Top of ENTRIES PROVIDED

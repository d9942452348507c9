"""The app with a plan from someone else: it asks before overwriting a file changed on disk or
read-only, asks before reading a file outside the plan's folder, and shows escape sequences from
the plan as visible characters (ECMA-48: ESC 0x1B starts a control function; Unicode chapter 22:
U+241B is its control picture)."""

from __future__ import annotations

from pathlib import Path

from homeplan.plan.files import PlanFolder
from homeplan.plan.load import load_plan
from homeplan.planner.chain import plan_roadmap
from homeplan.tui.screens.forms import ChoiceScreen

from .conftest import SAMPLES, make_app, settle


async def test_saving_over_a_change_on_disk_asks_first(plan_file: Path):
    app = make_app(plan_file)
    async with app.run_test(size=(80, 24)) as pilot:
        await settle(pilot)
        await pilot.press("plus")
        elsewhere = plan_file.read_text().replace("usd_per_year: 9000", "usd_per_year: 9500")
        plan_file.write_text(elsewhere)  # a text editor saves meanwhile
        await pilot.press("ctrl+s")
        await pilot.pause()
        assert isinstance(app.screen, ChoiceScreen) and app.session.dirty
        assert plan_file.read_text() == elsewhere
        await pilot.press("escape")  # cancel: nothing written
        await pilot.pause()
        assert plan_file.read_text() == elsewhere and app.session.dirty
        await pilot.press("ctrl+s")
        await pilot.pause()
        await pilot.press("o")  # overwrite: the other edit goes to the backup
        await pilot.pause()
        assert not app.session.dirty
    assert load_plan(plan_file).plan.budget.usd_per_year == 10000
    assert (plan_file.parent / "home.yaml.bak").read_text() == elsewhere


async def test_saving_a_read_only_file_asks_first(plan_file: Path):
    plan_file.chmod(0o444)
    app = make_app(plan_file)
    async with app.run_test(size=(80, 24)) as pilot:
        await settle(pilot)
        await pilot.press("plus", "ctrl+s")
        await pilot.pause()
        assert isinstance(app.screen, ChoiceScreen)
        await pilot.press("w")
        await pilot.pause()
        assert not app.session.dirty
    assert load_plan(plan_file).plan.budget.usd_per_year == 10000


async def test_a_file_outside_the_folder_is_read_only_when_the_user_says_so(tmp_path: Path):
    folder = tmp_path / "plans"
    folder.mkdir()
    plan = folder / "home.yaml"
    plan.write_text((SAMPLES / "cold_gas_100a.yaml").read_text().replace(
        "incentive_files: [incentives/demoland_invented.yaml]", "incentive_files: [../programs.yaml]"))
    (tmp_path / "programs.yaml").write_text((SAMPLES / "incentives" / "demoland_invented.yaml").read_text())
    seen: list[PlanFolder] = []

    def planner(p, base_dir):  # the real pipeline, with the folder the app gives it
        seen.append(base_dir)
        return plan_roadmap(p, base_dir=base_dir)

    app = make_app(plan, planner=planner)
    async with app.run_test(size=(100, 30)) as pilot:
        for _ in range(200):  # the first plan fails (the worker's error is the app's to show)
            await pilot.pause(0.05)
            if isinstance(app.screen, ChoiceScreen):
                break
        assert isinstance(app.screen, ChoiceScreen)
        assert "outside" in str(app.screen.message) and app.result is None
        await pilot.press("r")
        await settle(pilot)
        assert app.result is not None and app.plan_error is None
    assert (tmp_path / "programs.yaml").resolve() in seen[-1].allowed


async def test_escape_sequences_in_the_plan_are_shown_not_sent(plan_file: Path):
    plan_file.write_text(plan_file.read_text().replace(
        "  name: Okafor-Lindqvist house", '  name: "Okafor\\e]52;c;SGVsbG8=\\a\\e[2J house"'))
    app = make_app(plan_file)
    async with app.run_test(size=(100, 30)) as pilot:
        await settle(pilot)
        status = str(app.query_one("#status").render())
        assert "\x1b" not in status and "\u241b]52" in status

Bottom of ENTRIES PROVIDED

▶ GOAL OF THE EXERCISE
The answer is to be the complete listing, transcribed exactly.

▶ ANSWER SPACE
repository d9942452348507c9
"""The app with a plan from someone else: it asks before overwriting a file changed on disk or
read-only, asks before reading a file outside the plan's folder, and shows escape sequences from
the plan as visible characters (ECMA-48: ESC 0x1B starts a control function; Unicode chapter 22:
U+241B is its control picture)."""

from __future__ import annotations

from pathlib import Path

from homeplan.plan.files import PlanFolder
from homeplan.plan.load import load_plan
from homeplan.planner.chain import plan_roadmap
from homeplan.tui.screens.forms import ChoiceScreen

from .conftest import SAMPLES, make_app, settle


async def test_saving_over_a_change_on_disk_asks_first(plan_file: Path):
    app = make_app(plan_file)
    async with app.run_test(size=(80, 24)) as pilot:
        await settle(pilot)
        await pilot.press("plus")
        elsewhere = plan_file.read_text().replace("usd_per_year: 9000", "usd_per_year: 9500")
        plan_file.write_text(elsewhere)  # a text editor saves meanwhile
        await pilot.press("ctrl+s")
        await pilot.pause()
        assert isinstance(app.screen, ChoiceScreen) and app.session.dirty
        assert plan_file.read_text() == elsewhere
        await pilot.press("escape")  # cancel: nothing written
        await pilot.pause()
        assert plan_file.read_text() == elsewhere and app.session.dirty
        await pilot.press("ctrl+s")
        await pilot.pause()
        await pilot.press("o")  # overwrite: the other edit goes to the backup
        await pilot.pause()
        assert not app.session.dirty
    assert load_plan(plan_file).plan.budget.usd_per_year == 10000
    assert (plan_file.parent / "home.yaml.bak").read_text() == elsewhere


async def test_saving_a_read_only_file_asks_first(plan_file: Path):
    plan_file.chmod(0o444)
    app = make_app(plan_file)
    async with app.run_test(size=(80, 24)) as pilot:
        await settle(pilot)
        await pilot.press("plus", "ctrl+s")
        await pilot.pause()
        assert isinstance(app.screen, ChoiceScreen)
        await pilot.press("w")
        await pilot.pause()
        assert not app.session.dirty
    assert load_plan(plan_file).plan.budget.usd_per_year == 10000


async def test_a_file_outside_the_folder_is_read_only_when_the_user_says_so(tmp_path: Path):
    folder = tmp_path / "plans"
    folder.mkdir()
    plan = folder / "home.yaml"
    plan.write_text((SAMPLES / "cold_gas_100a.yaml").read_text().replace(
        "incentive_files: [incentives/demoland_invented.yaml]", "incentive_files: [../programs.yaml]"))
    (tmp_path / "programs.yaml").write_text((SAMPLES / "incentives" / "demoland_invented.yaml").read_text())
    seen: list[PlanFolder] = []

    def planner(p, base_dir):  # the real pipeline, with the folder the app gives it
        seen.append(base_dir)
        return plan_roadmap(p, base_dir=base_dir)

    app = make_app(plan, planner=planner)
    async with app.run_test(size=(100, 30)) as pilot:
        for _ in range(200):  # the first plan fails (the worker's error is the app's to show)
            await pilot.pause(0.05)
            if isinstance(app.screen, ChoiceScreen):
                break
        assert isinstance(app.screen, ChoiceScreen)
        assert "outside" in str(app.screen.message) and app.result is None
        await pilot.press("r")
        await settle(pilot)
        assert app.result is not None and app.plan_error is None
    assert (tmp_path / "programs.yaml").resolve() in seen[-1].allowed


async def test_escape_sequences_in_the_plan_are_shown_not_sent(plan_file: Path):
    plan_file.write_text(plan_file.read_text().replace(
        "  name: Okafor-Lindqvist house", '  name: "Okafor\\e]52;c;SGVsbG8=\\a\\e[2J house"'))
    app = make_app(plan_file)
    async with app.run_test(size=(100, 30)) as pilot:
        await settle(pilot)
        status = str(app.query_one("#status").render())
        assert "\x1b" not in status and "\u241b]52" in status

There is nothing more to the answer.